Undine - real name Sharona Watkins - is a vainglorious, social climber, even claiming her family are dead rather than face up to her roots and it is impossible not to revel in her comeuppance as she is arrested for heroin possession, does battle with social services, ends up in rehab as part of a court order and faces the prospect of being a single mum.
Playwright Lynne Nottage trots out a comedy troupe of stereotypes; home girls from the block, the gangsta rapper ex and the ditzy PR, to make sure the laughter always flows. But the best and most incongruous character is the crack addicted Grandma, who's barking demands: "Gimme my Works," and "I need smack and I need it now!" left the woman next to me agog.
What pushes Fabulation beyond soap opera melodrama and hysterical mocking satire is the way you are drawn in by the comedy only to be smacked by some depressing truths. As Undine battles with the inept social services, you glimpse the dire straits and Kafkaesque bureaucracy, that entrap people. Despair is everywhere in this production like when Flow, Undine's (possibly mad) Desert Storm Vet brother, meets a young black who has no idea who Nelson Mandela is, and it's there too in the words of the world weary Grandma who realises that age has brought her neither wisdom or peace and so chooses to escape her circumstances by shooting up. It's in these moments that the show's irreverent patina shatters, jarring the audience back into a reality where poverty and lack of opportunity just ain't funny.

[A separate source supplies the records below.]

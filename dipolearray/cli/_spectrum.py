"""Dielectric spectrum of a config: eps' and eps'' of the composite over its [frequency] grid.

Builds the arrangement, computes its spectral representation once (geometry only:
dense eigendecomposition for small scenes, block Lanczos otherwise) and evaluates the
effective tensor for the phases' permittivity models (constant, debye, cole_cole,
havriliak_negami, drude, each with an optional conductivity) at every frequency.
Prints the loss peak (frequency and width) against Maxwell Garnett for the same
phases and writes the spectrum and the response to HDF5.

example:
  dipolearray spectrum configs/interfacial_loss.toml
  dipolearray spectrum configs/interfacial_loss.toml --set arrangement.fraction_clustered=0 --json
"""

from __future__ import annotations

import json


def add_arguments(p):
    """Arguments of ``spectrum``."""
    from ._common import add_set_argument

    p.add_argument("config", help="TOML run description (phases with model = ..., a [frequency] section)")
    p.add_argument(
        "--output", help="spectrum HDF5 file (default: frequency.output or runs/<name>-spectrum.h5)"
    )
    p.add_argument("--overwrite", action="store_true", help="replace an existing output file")
    p.add_argument("--quiet", action="store_true", help="no progress bar, no summary")
    p.add_argument("--json", action="store_true", help="print the summary as JSON")
    add_set_argument(p)


def _peak_of(f, eps):
    import numpy as np

    from ..spectra import loss_peak

    e = np.asarray(eps)
    iso = np.trace(e, axis1=1, axis2=2) / 3 if e.ndim == 3 else e
    return loss_peak(f, -iso.imag)


def summary(out):
    """JSON-ready numbers of a :func:`~dipolearray.config.run_config_spectrum` result."""
    import numpy as np

    sp = out["spectrum"]
    iso = np.trace(out["eps_tensor"], axis1=1, axis2=2) / 3
    scene = out["scene"]
    info = {"n_bodies": scene.n_bodies, "boundary": scene.boundary}
    if sp is not None:
        info.update(
            volume_fraction=sp.volume_fraction,
            method=sp.method,
            n_poles=len(sp.poles),
            n_applies=sp.n_applies,
            converged=sp.converged,
            residue_sum_isotropic=float(np.trace(sp.residue_sum()) / 3),
        )
    else:
        from ..report import volume_fraction

        info.update(volume_fraction=volume_fraction(scene), method="frequency by frequency (warm starts)")
    info.update(
        {
            "frequency_range_Hz": [float(out["frequency_hz"][0]), float(out["frequency_hz"][-1])],
            "eps_low": [float(iso[0].real), float(-iso[0].imag)],
            "eps_high": [float(iso[-1].real), float(-iso[-1].imag)],
            "loss_peak": out["peak"],
            "output": str(out["path"]) if out["path"] else None,
        }
    )
    if out["maxwell_garnett"] is not None:
        info["maxwell_garnett_loss_peak"] = _peak_of(out["frequency_hz"], out["maxwell_garnett"])
    return info


def run(args) -> int:
    """Run ``spectrum``."""
    from ..config import run_config_spectrum
    from ..report import CAUTION
    from ._common import load
    from ._progress import StageBar

    cfg = load(args)
    bar = StageBar(enabled=not args.quiet and not args.json)
    try:
        out = run_config_spectrum(cfg, output=args.output, overwrite=args.overwrite, progress=bar)
    finally:
        bar.close()
    info = summary(out)
    if args.json:
        print(json.dumps(info, indent=2))
        return 0
    if args.quiet:
        return 0
    pk = info["loss_peak"]
    print(f"spectrum: {cfg.run['name']}, {info['n_bodies']} bodies, fraction {info['volume_fraction']:.4g}")
    if "n_poles" in info:
        print(
            f"  decomposition: {info['method']}, {info['n_poles']} poles, {info['n_applies']} applies, "
            f"converged {info['converged']}, residues sum to {info['residue_sum_isotropic']:.6g}"
        )
    else:
        print(f"  several filler materials: solved {info['method']}")
    lo, hi = info["frequency_range_Hz"]
    print(f"  eps at {lo:.3g} Hz: {info['eps_low'][0]:.5g} - j {info['eps_low'][1]:.4g}")
    print(f"  eps at {hi:.3g} Hz: {info['eps_high'][0]:.5g} - j {info['eps_high'][1]:.4g}")
    where = "" if pk["inside"] else " (at the edge of the grid: widen [frequency])"
    print(
        f"  loss peak: {pk['frequency_hz']:.4g} Hz, eps'' {pk['eps_loss']:.4g}, "
        f"{pk['width_decades']:.3g} decades{where}"
    )
    if "maxwell_garnett_loss_peak" in info:
        m = info["maxwell_garnett_loss_peak"]
        print(
            f"  Maxwell Garnett: {m['frequency_hz']:.4g} Hz, eps'' {m['eps_loss']:.4g}, "
            f"{m['width_decades']:.3g} decades"
        )
    print(f"wrote: {info['output']}")
    print(CAUTION)
    return 0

Jenny Jules owns the stage as the highly strung, Undine, a savvy wisecracker, delivering all her audience asides with flair and panache, you also get the feeling that she loves the drama and spectacle of the crisis. She is truly magnificent in this role.
Karl Collin's Herve was the perfect pastiche; all slicked back hair, fiery temper and heavy accent. And watching him seduce Undine with a swift Tango is excruciating, but wildly entertaining. Clever casting also means Collin plays Guy, the sincere but dopey reformed addict Undine, the once thrusting termagant meets in drug rehab and finally falls for, giving this tale a happy, if schmaltzy and highly improbable ending
Fabulation - or The Re-education of Undine, as it's subtitled - is a rip-roaring, fast paced production, brimming with schadenfreude that had them hooting in the aisle as the snooty Undine comes undone. However it is the shards of dialogue revealing just how bleak life on the wrong side of the tracks is, and why you would go to extra-ordinary lengths to insulate yourself against it, that are the production's most insidious legacy.